Bem, por várias razões. A primeira das quais é que americanos foram condicionados a temer o terrorismo pelo seu governo e especialmente pela mídia. O segundo é que humanos normalmente temem mais um evento catastrófico do que os riscos que correm diariamente, tornando o ataque terrorista, por exemplo, mais assustador do que o câncer. O terceiro é que tememos mais eventos que nos fogem o controle do que aqueles sobre os quais retemos algum controle. É muito mais assustador sentar no banco do passageiro atrás da direção.

Mas quando sentamos e pensamos sobre o terrorismo, o nosso coração não dispara, não suamos frio, nossos olhos não se sobressaem. Nosso corpo não ativa automaticamente o mecanismo correr ou bater. Então o que exatamente está acontecendo? Estes medos dos quais estamos conscientes estão ativando uma área diferente de nosso cérebro, e esta área – o córtex cingulado anterior rostral – está atenuando a amígdala. Fica localizado no lobo frontal, que por sua vez está envolvido em executar funções cerebrais mais complexas.

Estes duas reações ao medo (amígdala vs. amígdala atenuada pelo lobo frontal) são vulgarmente chamados de “peão” e “engenheiro”. Digamos por exemplo que você está em casa sozinho quando de repente escuta o som de passos. Imediatamente o “peão” entra em ação. Seus cinco sentidos enviam mensagens alarmantes à sua amígdala, que entra em ação, preparando seu corpo para correr ou bater. Afinal, é bem mais seguro acreditar que há um intruso em sua casa do que ignorar os sons e estar despreparado para lidar com o intruso quando ele aparecer.

A amígdala desencadeia diferentes reações fisiológicas: a composição química de seu sangue é alterada para permitir que este coagule mais rapidamente, e seus vasos sanguíneos se contraem para que perca menos sangue no caso de se ferir durante uma luta. Suas glândulas passam a secretar quantidades elevadas de certos hormônios, como a adrenalina e o cortisol, para lhe dar mais força e energia. Sua pressão arterial e ritmo cardíaco aumentam e seu corpo passa a produzir analgésicos naturais. Sua boca seca e você começa a suar frio. Você está pronto para bater ou correr.

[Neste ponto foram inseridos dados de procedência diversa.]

/// Two corners with gaps of about 5.5 meV, and between them the gap closes: the phase of the wall's two layers passes a
/// multiple of π.
#[test]
fn a_gap_that_closes_inside_the_tolerance_is_found() {
    let text = "crystal c\n  mass 0.067 me\n  layer 4.5 nm ± 0.2 nm at 0 meV\n  layer 11.56 nm at 235 meV\n  \
                require gap 2 >= 1 meV\n";
    let bench = Bench::new(text);
    let draw = bench
        .build(0, &Setting::default())
        .crystal
        .parameters
        .into_iter();
    let draw = draw
        .filter(|parameter| parameter.kind == ParameterKind::Draw)
        .map(|parameter| parameter.id)
        .next_back()
        .unwrap();
    for end in [-1.0, 1.0] {
        let mut setting = Setting::default();
        setting.draws.insert(draw, end);
        let gap = bench.solve_at(0, &setting).gaps[1].size.value / EV;
        assert!(
            (gap - 5.5e-3).abs() < 0.5e-3,
            "gap 2 at the corner {end}: {gap} eV"
        );
    }
    let (targets, _) = bench.assess(0);
    assert!(
        targets[0].worst.expect("a worst value") / EV < 1e-6,
        "{targets:?}"
    );
    assert!(
        matches!(targets[0].state, TargetState::AtRisk | TargetState::Missed),
        "{targets:?}"
    );
}

/// Worst cases over several tolerances against every point of a grid.
#[test]
fn worst_cases_are_no_better_than_a_grid() {
    let cases = [
        "crystal c\n  mass 0.067 me\n  let a = 5 nm ± 4 %\n  layer a at 0 meV\n  layer 3 nm ± 0.2 nm at 240 meV ± 10 meV mass 0.09 me\n  \
         require gap 1 >= 0 meV\n  require width 1 >= 0 meV\n",
        "crystal c\n  mass 0.067 me\n  layer 4.5 nm ± 0.2 nm at 0 meV\n  layer 11.56 nm ± 0.1 nm at 235 meV\n  \
         require gap 2 >= 0 meV\n",
        "crystal c\n  mass 1 me\n  lattice chain 1 nm\n  cosine 1 = 0.4 eV ± 0.2 eV\n  cosine 2 = 0.3 eV ± 0.25 eV\n  \
         cosine 3 = 0.2 eV ± 5 % phase 0.3\n  require gap 2 >= 0 eV\n",
    ];
    for text in cases {
        let bench = Bench::new(text);
        let parameters = bench.build(0, &Setting::default()).crystal.parameters;
        let draws: Vec<_> = parameters
            .iter()
            .filter(|one| one.kind == ParameterKind::Draw)
            .map(|one| one.id)
            .collect();
        let (targets, _) = bench.assess(0);
        for (index, target) in targets.iter().enumerate() {
            let n: i32 = if draws.len() == 3 { 5 } else { 11 };
            let mut least = f64::INFINITY;
            for point in 0..n.pow(draws.len() as u32) {
                let mut setting = Setting::default();
                for (axis, draw) in draws.iter().enumerate() {
                    let step = point / n.pow(axis as u32) % n;
                    setting
                        .draws
                        .insert(*draw, -1.0 + 2.0 * f64::from(step) / f64::from(n - 1));
                }
                let solution = bench.solve_at(0, &setting);
                let values = [
                    solution.gaps[0].size,
                    solution.bands[0].width,
                    solution.gaps[1].size,
                ];
                let value = match target.text.as_str() {
                    text if text.starts_with("gap 1") => values[0],
                    text if text.starts_with("width 1") => values[1],
                    _ => values[2],
                };
                least = least.min(value.value);
            }
            let worst = target.worst.expect("a worst value");
            assert!(
                worst <= least * (1.0 + 1e-9),
                "target {index} of {text}: {worst} is above the grid's {least}"
            );
        }
    }
}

Mas, quando você escutou aquele barulho de passos, o “engenheiro” também entrou em ação. Seus cinco sentidos enviam os estímulos externos à sua amígdala (o peão) que entra em ação – mas que também repassa esta informação ao seu lobo frontal (o engenheiro). Este, por sua vez, inicia uma busca frenética através de sua memória, procurando situações parecidas, com estímulos parecidos, e também leva em consideração outros fatores atenuantes, como por exemplo a segurança de seu bairro, seu sistema de alarme, o horário, se você esqueceu alguma porta aberta e assim por diante.

Mas voltando àqueles adolescentes americanos. Eles mencionaram um outro tipo de medo, talvez o medo mais perturbador de todos: o medo abstrato e intangível do fracasso. Infelizmente, não herdamos de nossos antepassados uma ferramenta para lidar com a ansiedade e a incerteza gerada pela sociedade moderna. Não há uma reação automatizada embutida em nosso DNA para garantir nosso sucesso perante nós mesmos e perante os outros.

O autor americano David Ropeik diz que tememos certas coisas desproporcionalmente à probabilidade de sua ocorrência. O medo do fracasso – um medo social coletivo que vem lentamente sufocando nossa juventude cada vez mais desorientada – é sem dúvida o medo mais legítimo naquela lista. Se tememos coisas desproporcionalmente, então o medo do fracasso é o medo mais subestimado, nocivo e paralisante de todos.